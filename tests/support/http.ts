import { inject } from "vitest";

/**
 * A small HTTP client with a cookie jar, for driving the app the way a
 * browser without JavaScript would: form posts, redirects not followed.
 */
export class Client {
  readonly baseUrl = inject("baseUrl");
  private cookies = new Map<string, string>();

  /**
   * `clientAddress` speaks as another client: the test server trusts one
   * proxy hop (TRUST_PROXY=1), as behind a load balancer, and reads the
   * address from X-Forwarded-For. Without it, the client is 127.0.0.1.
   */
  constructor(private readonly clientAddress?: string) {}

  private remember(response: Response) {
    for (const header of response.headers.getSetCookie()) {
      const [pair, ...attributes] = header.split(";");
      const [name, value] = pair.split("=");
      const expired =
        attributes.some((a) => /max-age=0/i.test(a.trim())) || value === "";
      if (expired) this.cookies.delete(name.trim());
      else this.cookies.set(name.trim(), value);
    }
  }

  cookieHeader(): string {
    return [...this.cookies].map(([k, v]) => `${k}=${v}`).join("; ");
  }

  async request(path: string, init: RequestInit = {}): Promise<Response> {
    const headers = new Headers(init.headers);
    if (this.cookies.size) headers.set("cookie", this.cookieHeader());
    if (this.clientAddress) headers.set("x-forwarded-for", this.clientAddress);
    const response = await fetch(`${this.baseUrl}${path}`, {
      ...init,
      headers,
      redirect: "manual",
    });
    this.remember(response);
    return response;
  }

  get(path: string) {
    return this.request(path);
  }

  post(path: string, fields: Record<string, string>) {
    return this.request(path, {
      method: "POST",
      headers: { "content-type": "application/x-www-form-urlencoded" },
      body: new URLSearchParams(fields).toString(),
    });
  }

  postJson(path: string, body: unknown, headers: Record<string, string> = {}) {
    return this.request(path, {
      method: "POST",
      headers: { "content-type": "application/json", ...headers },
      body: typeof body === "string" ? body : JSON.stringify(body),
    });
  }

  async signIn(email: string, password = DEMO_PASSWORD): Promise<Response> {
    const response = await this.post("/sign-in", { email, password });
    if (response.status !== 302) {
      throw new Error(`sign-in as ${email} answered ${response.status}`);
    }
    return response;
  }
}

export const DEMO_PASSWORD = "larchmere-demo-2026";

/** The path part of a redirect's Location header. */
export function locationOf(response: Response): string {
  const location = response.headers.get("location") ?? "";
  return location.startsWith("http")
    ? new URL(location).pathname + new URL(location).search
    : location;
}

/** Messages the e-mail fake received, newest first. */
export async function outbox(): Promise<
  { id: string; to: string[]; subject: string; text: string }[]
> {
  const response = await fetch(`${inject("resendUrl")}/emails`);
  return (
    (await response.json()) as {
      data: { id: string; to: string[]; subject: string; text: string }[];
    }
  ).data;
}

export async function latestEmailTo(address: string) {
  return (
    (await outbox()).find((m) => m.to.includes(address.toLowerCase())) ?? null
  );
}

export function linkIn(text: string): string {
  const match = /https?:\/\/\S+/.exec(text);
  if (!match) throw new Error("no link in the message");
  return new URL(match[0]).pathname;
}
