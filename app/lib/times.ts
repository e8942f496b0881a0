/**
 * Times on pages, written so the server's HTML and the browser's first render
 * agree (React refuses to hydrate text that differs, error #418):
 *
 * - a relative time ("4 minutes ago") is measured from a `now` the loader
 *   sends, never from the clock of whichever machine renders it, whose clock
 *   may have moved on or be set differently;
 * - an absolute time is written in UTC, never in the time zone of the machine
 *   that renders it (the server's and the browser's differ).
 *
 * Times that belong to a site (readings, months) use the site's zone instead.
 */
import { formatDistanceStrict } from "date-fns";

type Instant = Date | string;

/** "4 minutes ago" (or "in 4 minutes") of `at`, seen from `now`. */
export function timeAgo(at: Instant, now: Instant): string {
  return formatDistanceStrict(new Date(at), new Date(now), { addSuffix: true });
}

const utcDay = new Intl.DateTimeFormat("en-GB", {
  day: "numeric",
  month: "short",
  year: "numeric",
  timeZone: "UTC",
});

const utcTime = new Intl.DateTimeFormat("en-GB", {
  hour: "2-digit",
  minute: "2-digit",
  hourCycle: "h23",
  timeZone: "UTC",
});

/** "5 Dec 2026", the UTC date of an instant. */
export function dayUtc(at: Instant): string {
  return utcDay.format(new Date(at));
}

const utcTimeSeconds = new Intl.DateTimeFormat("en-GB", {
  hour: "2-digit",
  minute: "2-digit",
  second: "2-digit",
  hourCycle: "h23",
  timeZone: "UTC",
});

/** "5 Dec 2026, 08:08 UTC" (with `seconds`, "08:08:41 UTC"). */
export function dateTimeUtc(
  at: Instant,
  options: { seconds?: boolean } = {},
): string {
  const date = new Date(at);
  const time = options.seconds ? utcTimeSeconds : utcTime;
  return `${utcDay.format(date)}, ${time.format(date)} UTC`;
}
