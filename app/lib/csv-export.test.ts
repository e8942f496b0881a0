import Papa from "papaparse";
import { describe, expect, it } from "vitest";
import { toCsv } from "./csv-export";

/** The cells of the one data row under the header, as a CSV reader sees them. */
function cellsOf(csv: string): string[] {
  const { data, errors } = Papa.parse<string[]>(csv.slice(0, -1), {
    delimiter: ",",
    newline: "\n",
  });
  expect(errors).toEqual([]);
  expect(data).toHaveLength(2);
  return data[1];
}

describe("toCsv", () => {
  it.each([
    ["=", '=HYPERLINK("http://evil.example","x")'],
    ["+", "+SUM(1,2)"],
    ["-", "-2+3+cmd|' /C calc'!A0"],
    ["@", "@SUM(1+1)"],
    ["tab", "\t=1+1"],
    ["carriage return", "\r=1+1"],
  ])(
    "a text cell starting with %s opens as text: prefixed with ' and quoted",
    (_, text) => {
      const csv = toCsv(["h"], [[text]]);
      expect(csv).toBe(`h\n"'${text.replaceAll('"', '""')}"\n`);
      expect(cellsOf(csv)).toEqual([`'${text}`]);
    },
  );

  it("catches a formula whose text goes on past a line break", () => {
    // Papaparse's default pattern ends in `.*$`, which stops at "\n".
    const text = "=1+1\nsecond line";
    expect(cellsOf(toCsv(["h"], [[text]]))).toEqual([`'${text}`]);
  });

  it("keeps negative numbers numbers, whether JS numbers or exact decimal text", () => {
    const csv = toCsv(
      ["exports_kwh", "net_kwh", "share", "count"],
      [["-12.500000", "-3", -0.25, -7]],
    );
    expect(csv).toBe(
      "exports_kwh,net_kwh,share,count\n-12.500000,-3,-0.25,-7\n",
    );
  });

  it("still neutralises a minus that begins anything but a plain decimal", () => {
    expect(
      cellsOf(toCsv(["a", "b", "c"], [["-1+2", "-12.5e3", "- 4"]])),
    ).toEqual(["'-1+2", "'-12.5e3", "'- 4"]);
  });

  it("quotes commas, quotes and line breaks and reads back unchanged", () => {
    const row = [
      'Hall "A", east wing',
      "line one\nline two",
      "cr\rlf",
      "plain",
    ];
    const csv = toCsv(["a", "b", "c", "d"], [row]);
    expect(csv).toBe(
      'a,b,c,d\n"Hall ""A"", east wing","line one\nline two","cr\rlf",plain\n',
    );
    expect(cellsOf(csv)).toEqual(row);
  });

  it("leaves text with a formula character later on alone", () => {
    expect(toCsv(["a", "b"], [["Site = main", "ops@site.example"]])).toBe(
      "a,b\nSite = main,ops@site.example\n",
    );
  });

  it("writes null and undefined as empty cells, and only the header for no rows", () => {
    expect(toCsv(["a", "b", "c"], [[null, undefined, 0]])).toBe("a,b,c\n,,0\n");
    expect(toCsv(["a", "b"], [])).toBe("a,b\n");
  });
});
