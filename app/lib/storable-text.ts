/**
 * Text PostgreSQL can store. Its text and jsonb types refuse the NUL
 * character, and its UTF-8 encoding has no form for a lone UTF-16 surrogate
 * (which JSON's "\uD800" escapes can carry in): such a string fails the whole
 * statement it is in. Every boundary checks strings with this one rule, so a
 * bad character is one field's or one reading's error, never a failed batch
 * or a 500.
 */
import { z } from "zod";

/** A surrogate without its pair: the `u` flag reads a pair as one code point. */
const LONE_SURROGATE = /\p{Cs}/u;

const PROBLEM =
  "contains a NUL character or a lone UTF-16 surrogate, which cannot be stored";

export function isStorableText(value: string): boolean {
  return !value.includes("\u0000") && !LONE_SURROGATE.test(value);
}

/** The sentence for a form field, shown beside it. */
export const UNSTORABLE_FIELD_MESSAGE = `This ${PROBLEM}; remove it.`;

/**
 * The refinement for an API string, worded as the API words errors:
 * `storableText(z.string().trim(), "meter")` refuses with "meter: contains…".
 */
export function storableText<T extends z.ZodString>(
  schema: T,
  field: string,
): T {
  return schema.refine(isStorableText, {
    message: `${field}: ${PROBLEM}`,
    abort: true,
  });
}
* * * * *
• [TASK DIRECTIONS]: Pull every line containing "attributes" out of the material and copy it.

• [PROBLEM SOLUTION]:
      const [pair, ...attributes] = header.split(";");
        attributes.some((a) => /max-age=0/i.test(a.trim())) || value === "";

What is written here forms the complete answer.